Output exactly the lines from the line with "return server.getHttpPort();" through the end of the records below. Include nothing else.

++++ Information

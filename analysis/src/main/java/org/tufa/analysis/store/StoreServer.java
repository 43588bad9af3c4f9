package org.tufa.analysis.store;

import org.apache.jena.fuseki.main.FusekiServer;
import org.apache.jena.query.ARQ;
import org.apache.jena.sparql.core.DatasetGraph;
import org.apache.jena.sparql.function.FunctionFactory;
import org.apache.jena.sparql.function.FunctionRegistry;
import org.apache.jena.sparql.util.Context;
import org.apache.jena.tdb2.TDB2;

/**
 * A store served over the SPARQL 1.1 protocol with Jena Fuseki's embeddable server, read-only: the dataset is
 * registered without update operations, so SPARQL Update and graph-store writes are refused (HTTP 405). Queries see
 * the union of all graphs as their default graph and can name one with GRAPH. Queries cannot reach out: SERVICE is
 * switched off ({@code arq:httpServiceAllowed} false) and functions named by {@code java:} IRIs, which would load
 * classes from the class path, are not found.
 */
public final class StoreServer implements AutoCloseable {

    /** The dataset's path on the server: queries go to /tufa/sparql (or /tufa/query). */
    public static final String DATASET = "/tufa";

    private final FusekiServer server;

    private StoreServer(FusekiServer server) {
        this.server = server;
    }

    /**
     * Starts serving; returns at once.
     *
     * @param loopbackOnly listen on 127.0.0.1 only (the default of tufa serve)
     * @param port the port, 0 for any free one
     */
    public static StoreServer start(ModelStore store, boolean loopbackOnly, int port) {
        DatasetGraph dsg = store.dataset().asDatasetGraph();
        Context context = dsg.getContext();
        context.set(TDB2.symUnionDefaultGraph, true);
        context.set(ARQ.httpServiceAllowed, false);
        FunctionRegistry standard = FunctionRegistry.get();
        FunctionRegistry noJava = new FunctionRegistry() {
            @Override
            public FunctionFactory get(String uri) {
                return uri.startsWith("java:") ? null : standard.get(uri);
            }

            @Override
            public boolean isRegistered(String uri) {
                return !uri.startsWith("java:") && standard.isRegistered(uri);
            }
        };
        FunctionRegistry.set(context, noJava);
        FusekiServer server = FusekiServer.create().port(port).loopback(loopbackOnly).verbose(false)
                .add(DATASET, dsg, false).build();
        server.start();
        return new StoreServer(server);
    }

    /** The port the server listens on. */
    public int port() {
        return server.getHttpPort();
    }

    /** Blocks until the server stops. */
    public void join() {
        server.join();
    }

    @Override
    public void close() {
        server.stop();
    }
}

++++++++

# [The completed task]
        return server.getHttpPort();
    }

    /** Blocks until the server stops. */
    public void join() {
        server.join();
    }

    @Override
    public void close() {
        server.stop();
    }
}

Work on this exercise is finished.